Hearing about Brody and his abusive ways, it may come as a surprise that his profession was in the medical field; he was an emergency response nurse. He spent his daily life helping people and then would go home to hurt his own family. But Everly knew some of his colleagues and she reached out to a few of them whom she thought she could trust. Thankfully, she was right and, after hearing about the situation, they decided to help; especially because of his threats of self-harm. They set up an intervention and helped him get into a local mental health program. He was supposed to stay at the inpatient facility for six months but left after three because he “fully grasped his issues and had sufficiently confronted them.” Those of us who continued to witness his lack of remorse or change, knew that nothing he said was true; but we were powerless to do anything about it. However, with much relief, he did put to rest his thoughts of revenge and we were no longer his targets.

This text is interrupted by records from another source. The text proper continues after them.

def suggest(
    recording: Recording,
    base: CleaningSettings | None = None,
    current: CleaningSettings | None = None,
    limits=None,
    flagged_stretches_s=(),
    progress: Callable[[float, str], None] | None = None,
    cancel=None,
    detector: Callable[[np.ndarray, float], np.ndarray] | None = None,
    threads: int = 2,
) -> Suggestion:
    """Search the candidate settings for ``recording`` and return the best, verified on the whole record.

    Parameters
    ----------
    recording : Recording
        The original (never changed).
    base : CleaningSettings, optional
        Where the search starts (a profile, the queue's settings); the defaults when None.
    current : CleaningSettings, optional
        The current run's settings, evaluated alongside for comparison.
    limits : optional
        Flag limits, as :func:`tracevet.assessment.assess` takes them.
    flagged_stretches_s : iterable of (start_s, end_s)
        Stretches flagged by the current run; long records get a window on each (up to three).
    progress : callable(fraction, message), optional
        Called after every candidate and during the final run.
    cancel : threading.Event or callable() -> bool, optional
        Checked between candidates and during the final cleaning; when set,
        :class:`SuggestionCancelled` is raised.
    detector : callable(signal, fs) -> R-peak indices, optional
        Defaults to :func:`tracevet.assessment.qrs.detect_qrs`.
    threads : int
        Candidates of one search dimension evaluated at once (NumPy, PyWavelets
        and SciPy release the interpreter lock in their loops).

    Returns
    -------
    Suggestion

    Raises
    ------
    NoBeats
        No channel has at least two beats.
    SuggestionCancelled
        ``cancel`` was set.
    """
    from tracevet.assessment.qrs import detect_qrs

    base = base or DEFAULT_SETTINGS
    stopped = _cancel_check(cancel)
    report = progress or (lambda fraction, message: None)

    def check() -> None:
        if stopped():
            raise SuggestionCancelled()

    detect = detector or detect_qrs
    cache = PeakCache(detect)
    check()
    report(0.0, "finding beats")
    fs, n_channels = recording.fs, recording.n_channels
    windows = plan_windows(recording.n_samples, fs, flagged_stretches_s)
    whole = len(windows) == 1
    full_peaks: Future | None = None
    if whole:
        window_peaks = [[cache(recording.samples[:, c], fs) for c in range(n_channels)]]
        if all(p.size < 2 for p in window_peaks[0]):
            raise NoBeats(recording.source)
    else:
        # The whole record's beats (for the final assessment) are found in the background while
        # the windows are searched with beats found in each window alone.
        background = ThreadPoolExecutor(max_workers=1, thread_name_prefix="tracevet-beats")
        full_peaks = background.submit(lambda: [cache(recording.samples[:, c], fs) for c in range(n_channels)])
        background.shutdown(wait=False)  # the submitted search runs on; nothing else is queued
        window_peaks = []
        for w in windows:
            per_channel = []
            for c in range(n_channels):
                p = np.asarray(detect(recording.samples[w.read_start : w.read_stop, c], fs), dtype=np.int64)
                p = p + w.read_start
                per_channel.append(p[(p >= w.start) & (p < w.stop)] - w.start)
            window_peaks.append(per_channel)
        if all(p.size < 2 for per_channel in window_peaks for p in per_channel):
            if all(p.size < 2 for p in full_peaks.result()):
                raise NoBeats(recording.source)
    evaluator = _Evaluator(recording, windows, window_peaks, cache, limits, base)
    search_share = 0.95 if evaluator.whole else 0.5
    expected = cand.upper_bound(recording.fs, base)
    pool = ThreadPoolExecutor(max_workers=max(1, int(threads)), thread_name_prefix="tracevet-suggest")

    def evaluate_all(
        items: list[tuple[CleaningSettings, str]], bar: CandidateResult | None = None
    ) -> list[CandidateResult]:
        """Evaluate settings (new ones on the pool), registered in the order given."""
        check()
        if bar is not None and (bar.flags or bar.screened or bar.noise_removed_db is None):
            bar = None
        futures = {}
        for settings, role in items:
            digest = settings.digest()
            if evaluator.known(settings, role) is None and digest not in futures:
                futures[digest] = pool.submit(evaluator.run, settings, role, bar)
        results: list[CandidateResult] = []
        try:
            for settings, role in items:
                future = futures.pop(settings.digest(), None)
                if future is None:
                    found = evaluator.known(settings, role)
                    assert found is not None  # evaluated before, in this call or an earlier one
                    results.append(found)
                    continue
                results.append(evaluator.register(*future.result()))
                report(
                    search_share * min(1.0, len(evaluator.order) / expected),
                    f"{len(evaluator.order)} candidates tried; last: {cand.describe_change(settings, base)}",
                )
                check()
        except BaseException:
            for future in futures.values():
                future.cancel()
            raise
        return results

    try:
        first = [(base, "base")] + ([(current, "current")] if current is not None else [])
        best = evaluate_all(first)[0]
        for _name, variants in cand.dimensions(recording.fs, base):
            for result in evaluate_all([(s, "searched") for s in cand.unique(variants(best.settings))], bar=best):
                if result.error is None and rank_key(result) < rank_key(best):
                    best = result
    finally:
        pool.shutdown(wait=True, cancel_futures=True)
    check()
    ranked = sorted(evaluator.order, key=rank_key)
    base_result = evaluator.done[base.digest()]
    current_result = evaluator.done.get(current.digest()) if current is not None else None

    # The winner on the whole record (and, if it does worse there, the next ones).
    usable = [c for c in ranked if c.error is None and not c.screened]
    if not usable:
        problem = ranked[0].error if ranked else "no candidate settings"
        raise InputError(recording.source, f"no candidate settings can clean this record ({problem})")
    if full_peaks is not None:
        report(search_share, "finding the beats of the whole record")
        evaluator.peaks = full_peaks.result()
    if evaluator.whole:
        chosen = usable[0]
        cleaned, assessment, cleaning_report = evaluator.kept[chosen.settings.digest()]
        final = chosen
    else:
        finals = []
        tries = usable[:FULL_RUNS_MAX]
        for i, chosen in enumerate(tries):
            check()
            report(search_share + (1 - search_share) * i / len(tries), f"cleaning the whole record: {chosen.change}")

            def clean_progress(fraction: float, i=i) -> None:
                check()
                report(
                    search_share + (1 - search_share) * (i + 0.8 * fraction) / len(tries), "cleaning the whole record"
                )

            finals.append(evaluator.full(chosen.settings, chosen.roles, progress=clean_progress))
            if rank_key(finals[-1][0])[:4] <= rank_key(chosen)[:4]:
                break
        final, cleaned, assessment, cleaning_report = min(finals, key=lambda item: rank_key(item[0]))
    others = [c for c in ranked if c.error is None and not c.screened and c.settings != final.settings]
    windows_s = [(w.start / recording.fs, w.stop / recording.fs) for w in windows]
    report(1.0, "done")
    return Suggestion(
        best=final,
        runners_up=others[:2],
        ranked=ranked,
        base=base_result,
        current=current_result,
        cleaned=cleaned,
        assessment=assessment,
        report=cleaning_report,
        candidate_set_digest=candidate_set_digest(evaluator.order, windows_s),
        windows_s=windows_s,
        reason=explain(final, ranked, current_result),
    )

One month after Brody left the program, Everly was scrolling through a dating app, which was a new concept at that time. She came across his picture and gasped as she showed me what she had found. We began to read through his profile and were flabbergasted at the way he was describing himself. He wrote that he was a loving gentleman, looking to find a woman whom he could adore and take care of. He went on to describe his greatest attributes and all the adventures he wanted to have with a “special lady”. Everly was nauseous because she knew this was a trap and that some other woman would fall prey to his snare.

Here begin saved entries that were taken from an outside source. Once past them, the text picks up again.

def reference_beats(x: np.ndarray, fs: float) -> tuple[np.ndarray, np.ndarray]:
    """All beats and dominant-shape beats of a real trace (SciPy find_peaks on a 5-25 Hz band)."""
    sos = sps.butter(3, [5.0, 25.0], btype="band", fs=fs, output="sos")
    band = np.abs(sps.sosfiltfilt(sos, x))
    env = _smooth(band, int(0.05 * fs))
    peaks, _ = sps.find_peaks(env, height=0.3 * np.percentile(env, 99), distance=int(0.25 * fs))
    reach = int(0.05 * fs)
    base = x - sps.medfilt(x, int(0.6 * fs) | 1) if x.size < 400000 else x - np.median(x)
    out = []
    for p in peaks:
        lo, hi = max(0, p - reach), min(x.size, p + reach + 1)
        out.append(lo + int(np.argmax(np.abs(base[lo:hi]))))
    beats = np.unique(np.array(out, dtype=np.int64))
    half = int(0.06 * fs)
    ok = beats[(beats >= half) & (beats < x.size - half)]
    rows = _windows(base, ok, half, half)
    rows -= rows.mean(axis=1, keepdims=True)
    rows /= np.linalg.norm(rows, axis=1, keepdims=True) + 1e-12
    corr = rows @ rows.T
    medoid = int(np.argmax(np.median(corr, axis=1)))
    dominant = ok[corr[medoid] > 0.9]
    # Refine dominant R to the same polarity as the medoid.
    return beats, dominant


def real_source(start_s: float, duration_s: float, fs_out: float | None = None) -> Source:
    """A window of the real MIT-BIH record 208 excerpt, optionally resampled."""
    with np.load(DATA) as data:
        mv = (data["ecg"].astype(np.float64) - 1024.0) / 200.0
    fs = 360.0
    x = mv[int(start_s * fs) : int((start_s + duration_s) * fs)]
    if fs_out is not None and fs_out != fs:
        from math import gcd

        g = gcd(int(fs_out), int(fs))
        x = sps.resample_poly(x, int(fs_out) // g, int(fs) // g)
        fs = float(fs_out)
    beats, dominant = reference_beats(x, fs)
    tag = f"mitdb208-{start_s:g}+{duration_s:g}s-{fs:g}Hz"
    return _finish(Source(tag, fs, "ecg", "mV", x[:, None], None, beats, dominant, 1.0, "60", None,
                          "real-mitdb" if fs == 360.0 else "real-mitdb-resampled"))


# --------------------------------------------------------------------------- cleanings and distortions


def engine(src: Source, overrides: list[str]) -> np.ndarray:
    settings = apply_overrides(DEFAULT_SETTINGS, overrides)
    return clean(src.recording(src.original), settings).samples.astype(np.float64)


def oracle(src: Source, residual: float) -> np.ndarray:
    return src.truth + residual * src.noise


def zero_phase_lowpass(y: np.ndarray, fs: float, fc: float, order: int = 4) -> np.ndarray:
    sos = sps.butter(order, min(fc, 0.45 * fs), fs=fs, output="sos")
    return sps.sosfiltfilt(sos, y, axis=0)


def _region(src: Source, ch: int, start: int, stop: int, taper: int, centres=None) -> np.ndarray:
    """Sum of flat-topped windows (1 on [R+start, R+stop], cosine tapers of ``taper`` samples)."""
    centres = src.beats if centres is None else centres
    taper = max(1, taper)
    offs = np.arange(start - taper, stop + taper + 1)
    shape = np.ones(offs.size)
    ramp = 0.5 - 0.5 * np.cos(np.pi * np.arange(1, taper + 1) / (taper + 1))
    shape[:taper] = ramp
    shape[-taper:] = ramp[::-1]
    w = np.zeros(src.n)
    idx = centres[:, None] + offs[None, :]
    ok = (idx >= 0) & (idx < src.n)
    np.maximum.at(w, idx[ok], np.broadcast_to(shape, idx.shape)[ok])
    return w


def _beat_level(src: Source, y: np.ndarray, ch: int) -> np.ndarray:
    """Per-beat PR level spread over each beat (held between beats)."""
    a = src.anat[ch]
    lo = src.beats + a["iso"]
    ok = (lo >= 0) & (lo + a["isow"] < src.n)
    c = np.concatenate([[0.0], np.cumsum(y)])
    levels = (c[lo[ok] + a["isow"]] - c[lo[ok]]) / a["isow"]
    pos = src.beats[ok]
    return np.interp(np.arange(src.n), pos, levels) if pos.size else np.full(src.n, np.median(y))


def _per_channel(src: Source, y: np.ndarray, fn, channels=None) -> np.ndarray:
    out = y.copy()
    for ch in (range(y.shape[1]) if channels is None else channels):
        out[:, ch] = fn(ch, y[:, ch])
    return out


def scale_qrs(src, y, factor, channels=None):
    def f(ch, v):
        a = src.anat[ch]
        w = _region(src, ch, a["on"] - int(0.004 * src.fs), a["j"] + int(0.004 * src.fs), int(0.008 * src.fs))
        level = _beat_level(src, v, ch)
        return v - (1.0 - factor) * w * (v - level)
    return _per_channel(src, y, f, channels)


def widen_qrs(src, y, sigma_ms, channels=None):
    def f(ch, v):
        a = src.anat[ch]
        w = _region(src, ch, a["on"] - int(0.02 * src.fs), a["j"] + int(0.02 * src.fs), int(0.015 * src.fs))
        g = gaussian_filter1d(v, sigma_ms * src.fs / 1000.0)
        return v + w * (g - v)
    return _per_channel(src, y, f, channels)


def shift_st(src, y, delta_mv_or_rel, channels=None):
    def f(ch, v):
        a = src.anat[ch]
        t = a["t"] if a["t"] is not None else a["j"] + int(0.2 * src.fs)
        w = _region(src, ch, a["j"] + int(0.012 * src.fs), t, int(0.012 * src.fs))
        if src.kind == "ecg":
            delta = delta_mv_or_rel / src.mv_per_unit
        else:
            delta = delta_mv_or_rel * abs(a["r_amp"])
        return v + delta * w
    return _per_channel(src, y, f, channels)


def attenuate_wave(src, y, wave, keep, channels=None):
    def f(ch, v):
        a = src.anat[ch]
        centre, hw = a[wave], a[f"{wave}_hw"]
        if centre is None or hw is None:
            return v
        hw = int(1.6 * hw)
        w = _region(src, ch, centre - hw // 2, centre + hw // 2, hw // 2 + 1)
        level = _beat_level(src, v, ch)
        return v - (1.0 - keep) * w * (v - level)
    return _per_channel(src, y, f, channels)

This was my introduction to online dating and why I will not go there. Having said that, I know many couples who have met online, gotten married, and have a beautiful relationship. I don’t think online dating is a bad thing; I just know that anyone who decides to go this route must be extremely careful about who they choose to connect with. I would recommend to always start with a public coffee date; have several dinners or hangouts and get to know the person…in person. Most people are discerning and can figure out if the person they are meeting is really the person they described in their profile. In particular, give thought to the fact that it takes time for someone to prove themselves and that trust needs to be earned, not freely given. If there are “red flaggy traits”, they will stand out if you are looking for them (Red Roses or Red Flags)! Hopefully it will work out safely and you will find your person!